Les voyages par la frontière terrestre de Rafah avec l’Egypte sont maintenant limités, au plus trois jours par semaine, tandis qu’un seul jour est alloué à l’évacuation médicale vers l’Egypte par la frontière Kerem Shalom avec Israël, a dit Shamiya.

« Ces mesures reflètent une politique systématique visant à empêcher les patients d’accéder à des services de santé spécialisés en dehors de la bande de Gaza », a-t-il expliqué.

« La réhabilitation et l’équipement des hôpitaux et des centres de santé de Gaza réduiraient le besoin de renvoyer un grand nombre de patients pour des soins en dehors de la région », a-t-il ajouté.

Il est connu que la bande de Gaza est bloquée par Israël depuis 2007. Environ 1,5 million de Palestiniens sur environ 2,4 millions de personnes dans la région sont maintenant sans abri dans des conditions horribles après que la guerre de génocide a détruit leurs maisons.

En parallèle, des sources médicales de la bande de Gaza ont dit mardi que le nombre de victimes de l’offensive israélienne avait atteint 72 988, avec 173 205 blessés depuis le début de la guerre le 7 octobre 2023, selon WAFA.

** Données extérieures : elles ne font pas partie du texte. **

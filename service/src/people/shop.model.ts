import { Column, DataType, Model, Table } from 'sequelize-typescript';

/** The shop itself; there is one row. */
@Table({ tableName: 'shop' })
export class Shop extends Model {
  @Column({ type: DataType.INTEGER, primaryKey: true, autoIncrement: true })
  declare id: number;

  @Column({ type: DataType.STRING, allowNull: false })
  declare name: string;
}
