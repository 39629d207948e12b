import { Body, Controller, Get, Param, ParseIntPipe, Patch, Post } from '@nestjs/common';
import { ApiBearerAuth, ApiCreatedResponse, ApiOkResponse, ApiTags } from '@nestjs/swagger';
import { ApiProblems } from '../common/decorators/api-problems.decorator';
import { CurrentPerson } from '../common/decorators/current-person.decorator';
import { ChangePersonDto } from './dto/change-person.dto';
import { InvitationDto, InviteDto } from './dto/invite.dto';
import { PersonDto } from './dto/person.dto';
import { PeopleService } from './people.service';
import { Person } from './person.model';

@ApiTags('people')
@ApiBearerAuth()
@Controller('people')
export class PeopleController {
  constructor(private readonly people: PeopleService) {}

  @Get()
  @ApiOkResponse({ type: [PersonDto] })
  @ApiProblems(401, 403)
  list(@CurrentPerson() actor: Person): Promise<PersonDto[]> {
    return this.people.list(actor);
  }

  @Post('invitations')
  @ApiCreatedResponse({ type: InvitationDto })
  @ApiProblems(400, 401, 403, 422)
  invite(@CurrentPerson() actor: Person, @Body() body: InviteDto): Promise<InvitationDto> {
    return this.people.invite(actor, body);
  }

  @Patch(':id')
  @ApiOkResponse({ type: PersonDto })
  @ApiProblems(400, 401, 403, 404, 409)
  change(
    @CurrentPerson() actor: Person,
    @Param('id', ParseIntPipe) id: number,
    @Body() body: ChangePersonDto,
  ): Promise<PersonDto> {
    return this.people.change(actor, id, body);
  }
}
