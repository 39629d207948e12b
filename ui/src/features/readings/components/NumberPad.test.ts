import { describe, expect, it } from 'vitest';
import { pressKey } from './NumberPad';

const typed = (keys: string) => [...keys.split(' ')].reduce(pressKey, '');

describe('the number pad', () => {
  it.each([
    ['4 . 7 k', '4.7k'],
    ['4 . 7 k M', '4.7M'],
    ['1 . 2 . 3', '1.23'],
    ['1 2 OL', 'OL'],
    ['OL 5', '5'],
    ['6 . 3 −', '-6.3'],
    ['6 . 3 − −', '6.3'],
    ['k', ''],
  ])('turns %s into %s', (keys, text) => {
    expect(typed(keys)).toBe(text);
  });
});
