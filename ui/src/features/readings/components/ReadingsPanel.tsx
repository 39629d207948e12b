import { type NextReading } from '@engine/diagnosis-types';
import { type AsFound, type Netlist } from '@engine/netlist/types';
import { Button, Text, Title3 } from '@fluentui/react-components';
import { ArrowUndoRegular, CalculatorRegular, TableRegular } from '@fluentui/react-icons';
import { useEffect, useMemo, useRef, useState } from 'react';
import { FailedState } from '@/components/FailedState';
import { LoadingState } from '@/components/LoadingState';
import { type Place, placeKey } from '@/lib/bench/places';
import { isPoweredReading } from '@/lib/bench/takes';
import { useReadings } from '../api/get-readings';
import { isBlock, parseBlock, placeBlock } from '../grid/block-paste';
import { type GridSection, sectionsOf } from '../grid/grid-model';
import { type GridSpot } from '../grid/grid-moves';
import { useIsNarrow } from '../hooks/useIsNarrow';
import { useMeterChoice } from '../hooks/useMeterChoice';
import { useReadingEntry } from '../hooks/useReadingEntry';
import { useReadingSender } from '../hooks/useReadingSender';
import { AddLeads } from './AddLeads';
import { BenchEntry } from './BenchEntry';
import { CautionNote } from './CautionNote';
import { MeterPicker } from './MeterPicker';
import { NextReadingNote } from './NextReadingNote';
import { useReadingsPanelStyles } from './ReadingsPanel.styles';
import { SectionTable } from './SectionTable';
import { SendStatus } from './SendStatus';

export interface ReadingsPanelProps {
  caseId: string;
  netlist: Netlist;
  /** Parts added as found get rows too. */
  asFound?: AsFound[];
  /** Suggested readings, best first; the first one is pointed out at the top. */
  nextReadings?: NextReading[];
  /** True once this person has acknowledged the cautions on this case. */
  isCautionAcknowledged: boolean;
  /** Called when a powered reading is wanted before the cautions were acknowledged. */
  onNeedCautions: () => void;
  /** False shows the readings without letting anybody type (a closed case). */
  canRecord?: boolean;
  /** Place to jump to, for "Enter this reading" elsewhere; a new object jumps again. */
  goTo?: Place;
}

const NO_NEXT: NextReading[] = [];
const NO_READINGS: never[] = [];

/** The readings of a case: a grid for the desk, one reading at a time for the bench. */
export function ReadingsPanel(props: ReadingsPanelProps) {
  const { caseId, nextReadings = NO_NEXT, canRecord = true, goTo } = props;
  const styles = useReadingsPanelStyles();
  const query = useReadings(caseId);
  const readings = query.data ?? NO_READINGS;
  const [meterId, setMeterId] = useMeterChoice();
  const netlist = useMemo(
    () => withAdded(props.netlist, props.asFound),
    [props.netlist, props.asFound],
  );
  const entry = useReadingEntry(caseId, netlist, readings, meterId);
  const sendState = useReadingSender(caseId);
  const isNarrow = useIsNarrow();
  const [mode, setMode] = useState<'grid' | 'bench'>();
  const [added, setAdded] = useState<Place[]>([]);
  const [place, setPlace] = useState<Place>();
  const [left, setLeft] = useState(0);
  const root = useRef<HTMLDivElement>(null);
  const isBench = (mode ?? (isNarrow ? 'bench' : 'grid')) === 'bench';

  const sections = useMemo(
    () => sectionsOf(netlist, [...readings, ...nextReadings, ...added]),
    [netlist, readings, nextReadings, added],
  );

  const jumpTo = (target: Place) => {
    setPlace(target);
    if (isPoweredReading(target.take) && !props.isCautionAcknowledged) props.onNeedCautions();
    requestAnimationFrame(() => focusPlace(root.current, target));
  };
  useEffect(() => {
    if (!goTo) return;
    const id = requestAnimationFrame(() => {
      setPlace(goTo);
      focusPlace(root.current, goTo);
    });
    return () => cancelAnimationFrame(id);
  }, [goTo]);

  const pasteBlock = (section: GridSection, spot: GridSpot, text: string): boolean => {
    if (!isBlock(text)) return false;
    const block = placeBlock(section, spot, parseBlock(text));
    block.values.forEach((value) => entry.enter(value.place, value.text));
    setLeft(block.left);
    return true;
  };
  const undo = () => {
    const target = entry.undo();
    if (target) requestAnimationFrame(() => focusPlace(root.current, target));
  };

  if (query.isPending) return <LoadingState label="Fetching the readings" />;
  if (query.isError && !query.data) {
    return <FailedState error={query.error} onRetry={() => void query.refetch()} />;
  }
  const next = nextReadings[0];
  const bar = (
    <div className={styles.bar}>
      <MeterPicker meterId={meterId} onChoose={setMeterId} />
      <Button
        icon={<ArrowUndoRegular />}
        disabled={!entry.canUndo}
        className={styles.touch}
        onClick={undo}
      >
        Undo
      </Button>
      <Button
        icon={isBench ? <TableRegular /> : <CalculatorRegular />}
        className={styles.touch}
        onClick={() => setMode(isBench ? 'grid' : 'bench')}
      >
        {isBench ? 'All readings' : 'One at a time'}
      </Button>
      <SendStatus state={sendState} />
    </div>
  );
  return (
    <div className={styles.root} ref={root}>
      {next && canRecord && !isBench && (
        <NextReadingNote netlist={netlist} next={next} onGo={() => jumpTo(next)} />
      )}
      {!isBench && bar}
      {left > 0 && (
        <Text role="status" size={200}>
          {left === 1 ? 'One pasted value' : `${left} pasted values`} found no place in the grid.
        </Text>
      )}
      {isBench ? (
        <BenchEntry
          netlist={netlist}
          sections={sections}
          nextReadings={nextReadings}
          entry={entry}
          place={place}
          isReadOnly={!canRecord}
          isCautionAcknowledged={props.isCautionAcknowledged}
          onNeedCautions={props.onNeedCautions}
          onPlace={setPlace}
        />
      ) : (
        sections.map((section) => {
          const isLocked = section.id === 'powered' && !props.isCautionAcknowledged;
          return (
            <section key={section.id} className={styles.section} aria-label={section.title}>
              <Title3 as="h3" className={styles.title}>
                {section.title}
              </Title3>
              {isLocked && canRecord && <CautionNote onNeedCautions={props.onNeedCautions} />}
              <SectionTable
                caseId={caseId}
                netlist={netlist}
                section={section}
                entry={entry}
                isReadOnly={!canRecord || isLocked}
                next={canRecord ? next : undefined}
                onPasteText={pasteBlock}
                onFocusPlace={setPlace}
              />
            </section>
          );
        })
      )}
      {isBench && bar}
      {!isBench && canRecord && (
        <AddLeads
          netlist={netlist}
          onAdd={(target) => {
            setAdded((old) => [...old, target]);
            jumpTo(target);
          }}
        />
      )}
    </div>
  );
}

function withAdded(netlist: Netlist, asFound: readonly AsFound[] = []): Netlist {
  const added = asFound.flatMap((entry) => (entry.change === 'added' ? [entry.add] : []));
  return added.length > 0 ? { ...netlist, parts: [...netlist.parts, ...added] } : netlist;
}

function focusPlace(root: HTMLElement | null, place: Place): void {
  const key = placeKey(place);
  const cells = [...(root?.querySelectorAll<HTMLElement>('[data-place]') ?? [])];
  const cell = cells.find(({ dataset }) => dataset.place === key);
  cell?.scrollIntoView({ block: 'center', behavior: 'auto' });
  cell?.focus();
}
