"""The kinds of compensator stage, each as a factored model. Damping ratios have no unit."""

from __future__ import annotations

from collections.abc import Sequence

import numpy as np

from engine.errors import DesignError
from engine.model.factored import ComplexArray, Factored
from engine.model.factored_entry import factored_model, finite_number, frequency_rad_s
from engine.model.limits import DEFAULT_LIMITS, LARGEST_ROOT_RAD_S, SMALLEST_ROOT_RAD_S, Limits

_NONE = np.empty(0, dtype=np.complex128)


def lead_lag(zero_rad_s: object, pole_rad_s: object) -> Factored:
    """(1 + s/z) / (1 + s/p): lead where z < p, lag where z > p; 1 at DC."""
    zero = frequency_rad_s(zero_rad_s, "zero_rad_s")
    pole = frequency_rad_s(pole_rad_s, "pole_rad_s")
    return Factored(pole / zero, _real(-zero), _real(-pole))


def proportional_integral(corner_rad_s: object) -> Factored:
    """(s + w) / s: 1 at high frequency."""
    return Factored(1.0, _real(-frequency_rad_s(corner_rad_s, "corner_rad_s")), _real(0.0))


def integrator() -> Factored:
    """1/s."""
    return Factored(1.0, _NONE, _real(0.0))


def real_zero(corner_rad_s: object) -> Factored:
    """1 + s/w."""
    corner = frequency_rad_s(corner_rad_s, "corner_rad_s")
    return Factored(1 / corner, _real(-corner), _NONE)


def real_pole(corner_rad_s: object) -> Factored:
    """1 / (1 + s/w)."""
    corner = frequency_rad_s(corner_rad_s, "corner_rad_s")
    return Factored(corner, _NONE, _real(-corner))


def complex_zeros(natural_rad_s: object, damping: object) -> Factored:
    """(s/w)² + 2ζs/w + 1, ζ >= 0; two real zeros where ζ >= 1."""
    natural = frequency_rad_s(natural_rad_s, "natural_rad_s")
    return Factored(1 / natural**2, _pair(natural, _damping(damping, "damping"), "damping"), _NONE)


def complex_poles(natural_rad_s: object, damping: object) -> Factored:
    """1 / ((s/w)² + 2ζs/w + 1), ζ > 0; two real poles where ζ >= 1."""
    natural = frequency_rad_s(natural_rad_s, "natural_rad_s")
    return Factored(natural**2, _NONE, _pair(natural, _positive_damping(damping, "damping"), "damping"))


def notch(centre_rad_s: object, zero_damping: object, pole_damping: object) -> Factored:
    """(s² + 2ζz·w·s + w²) / (s² + 2ζp·w·s + w²), ζz >= 0, ζp > 0: 1 at DC and at high frequency."""
    centre = frequency_rad_s(centre_rad_s, "centre_rad_s")
    zeros = _pair(centre, _damping(zero_damping, "zero_damping"), "zero_damping")
    poles = _pair(centre, _positive_damping(pole_damping, "pole_damping"), "pole_damping")
    return Factored(1.0, zeros, poles)


def rational(
    zeros: Sequence[object], poles: Sequence[object], gain: object = 1.0, limits: Limits = DEFAULT_LIMITS
) -> Factored:
    """gain · Π(s − zero) / Π(s − pole), as given; complex roots with their conjugates."""
    return factored_model(gain, zeros, poles, 0.0, limits)


def _damping(number: object, where: str) -> float:
    damping = finite_number(number, where)
    if damping < 0:
        raise DesignError(where, f"must be 0 or greater, is {damping:g}")
    return damping


def _positive_damping(number: object, where: str) -> float:
    damping = finite_number(number, where)
    if damping <= 0:
        raise DesignError(where, f"must be greater than 0, is {damping:g}")
    return damping


def _real(root: float) -> ComplexArray:
    return np.array([root], dtype=np.complex128)


def _pair(natural: float, damping: float, where: str) -> ComplexArray:
    """Roots of s² + 2ζws + w²."""
    if damping < 1:
        # (1 − ζ)(1 + ζ) keeps its digits near ζ = 1, where 1 − ζ² loses them.
        root = complex(-damping * natural + 0.0, natural * float(np.sqrt((1 - damping) * (1 + damping))))
        return np.array([root, root.conjugate()], dtype=np.complex128)
    larger = damping + float(np.sqrt(damping - 1)) * float(np.sqrt(damping + 1))
    if larger * natural > LARGEST_ROOT_RAD_S or natural / larger < SMALLEST_ROOT_RAD_S:
        raise DesignError(where, f"is too large, {damping:g}; use two real corners")
    return np.array([-natural / larger, -natural * larger], dtype=np.complex128)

Il a ajouté que le nombre total de Palestiniens tués depuis l’armistice a atteint 978, tandis que le nombre de blessés a atteint 3 097. En outre, 782 corps ont été retrouvés à divers endroits.

Les responsables médicaux ont noté que plusieurs victimes étaient encore piégées sous les décombres et sur les routes, tandis que les équipes de sauvetage continuaient de rencontrer de graves difficultés pour atteindre les zones touchées.